Testing embryos for genetic conditions: Who is eligible and how are decisions made?
With advances in medical technology, embryos can be genetically screened before being implanted in the womb during IVF. Couples at risk for certain genetic conditions can now safely conceive children who will not inherit these conditions. However, establishing when such treatment is justified raises complex questions.
In a study published in Human Genomics, researchers from Osaka University conducted case studies of the regulatory frameworks governing preimplantation genetic testing for single-gene diseases (PGT-M) in Japan, the United Kingdom, and Western Australia.

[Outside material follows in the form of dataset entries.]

"""The pricing engine against a slow, obvious oracle.

The oracle is what a typical analyst writes (issue 2 section 6, way (a)): for each replicate and
each cutoff, build the classification matrix with scikit-learn's ``confusion_matrix`` (a reference
library, test dependency only) and price it cell by cell. Baselines are priced by hand from their
definitions in issue 2 section 3. Fast code checked against a slow twin, as scikit-learn's
``test_ranking.py::_auc`` does.
"""

from __future__ import annotations

import numpy as np
import pandas as pd
import pytest
from sklearn.metrics import confusion_matrix

from simulator.pricing.costs import SeasonPricer, price
from simulator.inputs.history import history_from_frame
from simulator.replay.resample import Resampler, season_calendar
from simulator.inputs.scenario_costs import break_even_probability
from simulator.inputs.scenario_types import BASELINES
from simulator.pricing.contingency import Contingency

N_PER_BLOCK = 8  # replicates taken from each seeded block: enough for the oracle, quick to loop
BLOCKS = (0, 1, 3)


def _oracle_cost(p, event, cutoff, costs):
    """Season cost of acting when p >= cutoff, from sklearn's confusion matrix, priced by hand."""
    act = p >= cutoff
    (cn, fa), (miss, hit) = confusion_matrix(event, act, labels=[False, True])
    return hit * costs.hit + fa * costs.false_alarm + miss * costs.miss + cn * costs.correct_negative


@pytest.fixture
def seasonal_frame(rng, synthetic):
    """Four years, daily; the event is likely from November to February (rate about 0.7) and
    unlikely otherwise (about 0.2), so the seasonal_rate baseline acts in some months only."""
    dates = pd.date_range("2019-01-01", "2022-12-31", freq="D")
    wet = np.isin(dates.month, [11, 12, 1, 2])
    p = np.clip(np.where(wet, 0.7, 0.2) + rng.normal(0, 0.15, dates.size), 0, 1)
    return synthetic.calibrated_frame(rng, "2019-01-01", "2022-12-31", p=p)


@pytest.fixture(params=[False, True], ids=["as_given", "flipped"])
def case(request, seasonal_frame, make_scenario):
    """A scenario and its history (the last year held back for validation), flipped or not."""
    scenario = make_scenario(history={"validation_from": "2022-01-01"},
                             event={"name": "event", "flip": request.param},
                             decision={"cutoffs": [0.0, 1.0, 0.05]},
                             costs={"hit": 300, "false_alarm": 1800, "miss": 2500,
                                    "correct_negative": 40})
    return scenario, history_from_frame(seasonal_frame, scenario, label="history.csv")


@pytest.fixture
def replicates(case, run_seed):
    """Row indices of a few replicates from each of a few seeded blocks, (n_rep, n_occasions)."""
    scenario, history = case
    resampler = Resampler(history, season_calendar(history, scenario.season), mean_block=6.0,
                          window_days=10)
    return np.concatenate([resampler.draw_block(run_seed, b)[:N_PER_BLOCK] for b in BLOCKS])


def test_price_weights_each_cell_by_its_cost(make_scenario):
    # common practice, no source: a matrix's cost is the sum over its four cells of count x cost
    costs = make_scenario().costs  # 300, 1800, 2500, 0
    counts = Contingency(hits=np.array([1, 0]), false_alarms=np.array([2, 0]),
                         misses=np.array([3, 1]), correct_negatives=np.array([4, 9]))
    np.testing.assert_array_equal(price(counts, costs), [300 + 3600 + 7500, 2500])


def test_model_costs_match_confusion_matrix_priced_by_hand(case, replicates):
    scenario, history = case
    cutoffs, costs = scenario.cutoffs, scenario.costs
    block = SeasonPricer(history, cutoffs, costs)(replicates)
    assert block.model.shape == (replicates.shape[0], cutoffs.size)
    expected = np.array([[_oracle_cost(history.p[rows], history.event[rows], c, costs) for c in cutoffs]
                         for rows in replicates])
    np.testing.assert_allclose(block.model, expected, rtol=1e-12)
    np.testing.assert_array_equal(block.n_events, history.event[replicates].sum(axis=1))


def test_baseline_costs_match_their_definitions_priced_by_hand(case, replicates, seasonal_frame):
    scenario, history = case
    costs = scenario.costs
    block = SeasonPricer(history, scenario.cutoffs, costs)(replicates)
    assert block.baselines.shape == (replicates.shape[0], len(BASELINES))

    # the outcome of the class of interest, straight from the file
    outcome = seasonal_frame["outcome"].to_numpy() == 1
    if scenario.event.flip:
        outcome = ~outcome
    previous = np.concatenate([[False], outcome[:-1]])  # the previous occasion's outcome
    # seasonal_rate: the calendar month's event rate over the training period (before 2022)
    month = pd.to_datetime(seasonal_frame["date"]).dt.month.to_numpy()
    training = seasonal_frame["date"].lt("2022-01-01").to_numpy()
    rate = pd.Series(outcome[training]).groupby(month[training]).mean()
    p_star = break_even_probability(costs)
    seasonal = rate.reindex(month).to_numpy() >= p_star
    assert 0 < seasonal.mean() < 1  # acts in some months only
    rules = {"never_act": np.zeros_like(outcome), "always_act": np.ones_like(outcome),
             "persistence": previous, "seasonal_rate": seasonal, "perfect": outcome}
    for i, name in enumerate(BASELINES):
        for r, rows in enumerate(replicates):
            act, event = rules[name][rows], outcome[rows]
            (cn, fa), (miss, hit) = confusion_matrix(event, act, labels=[False, True])
            by_hand = (hit * costs.hit + fa * costs.false_alarm + miss * costs.miss
                       + cn * costs.correct_negative)
            assert block.baselines[r, i] == pytest.approx(by_hand, rel=1e-12), (name, r)


def test_model_at_cutoff_zero_costs_the_same_as_always_acting(case, replicates):
    # act when p >= cutoff: at cutoff 0 every occasion is acted on (issue 2 section 3)
    scenario, history = case
    block = SeasonPricer(history, scenario.cutoffs, scenario.costs)(replicates)
    always = BASELINES.index("always_act")
    np.testing.assert_allclose(block.model[:, 0], block.baselines[:, always], rtol=1e-12)


def test_perfect_is_the_floor_of_every_strategy(case, replicates):
    # with c_h <= c_m and c_cn <= c_fa no rule beats acting exactly on the events (Richardson
    # 2000, QJRMS 126:649-667: E_perfect is the least expense)
    scenario, history = case
    block = SeasonPricer(history, scenario.cutoffs, scenario.costs)(replicates)
    perfect = block.baselines[:, BASELINES.index("perfect")]
    assert (block.model >= perfect[:, None] - 1e-9).all()
    assert (block.baselines >= perfect[:, None] - 1e-9).all()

While there is a general consensus that PGT-M should be used only in cases of a risk to the child of inheriting a “serious” genetic condition, this study is the first to describe in detail the criteria and factors that define disease severity when considering cases for PGT-M, along with how decisions are made when reviewing cases based on these criteria and factors.
“The question of what represents a ‘serious’ condition in the context of PGT is tricky,” comments lead author of the study Kate Nakasato. “A few years ago, there was a case in Japan of a patient with retinoblastoma—a genetically inherited cancer of the retina—who wished to conceive using PGT-M. While the case did not meet the standard for disease severity at the time, there were arguments from some who pointed out the potential impact on the daily life of the child. This ultimately resulted in a revision of Japan’s definition of disease severity for PGT-M, but it was not without debate about whether this would open the door to allowing PGT-M for other non-life-threatening conditions.”
One major difference among the three case studies was that the United Kingdom is unique in maintaining a list of more than 600 genetic conditions that are pre-approved for PGT. This is not done in Japan or Western Australia, where each application is considered on a case-by-case basis.
“A concern about publishing such a list is that it has the potential to ‘label’ a genetic condition as medically undesirable,” notes Kazuto Kato, senior author. “As a result, the parents of children living with this condition—and possibly the children themselves—may feel the need to justify their birth. This can also affect how such individuals are treated in society.”
It is clear that PGT-M represents an extraordinary advance in reproductive medicine. However, as this study shows, how decisions regarding this treatment are made has social and ethical implications beyond any individual case. A multidisciplinary approach, drawing on individuals with the genetic conditions in question, as well as experts in disciplines such as the humanities, is necessary to meet this challenge.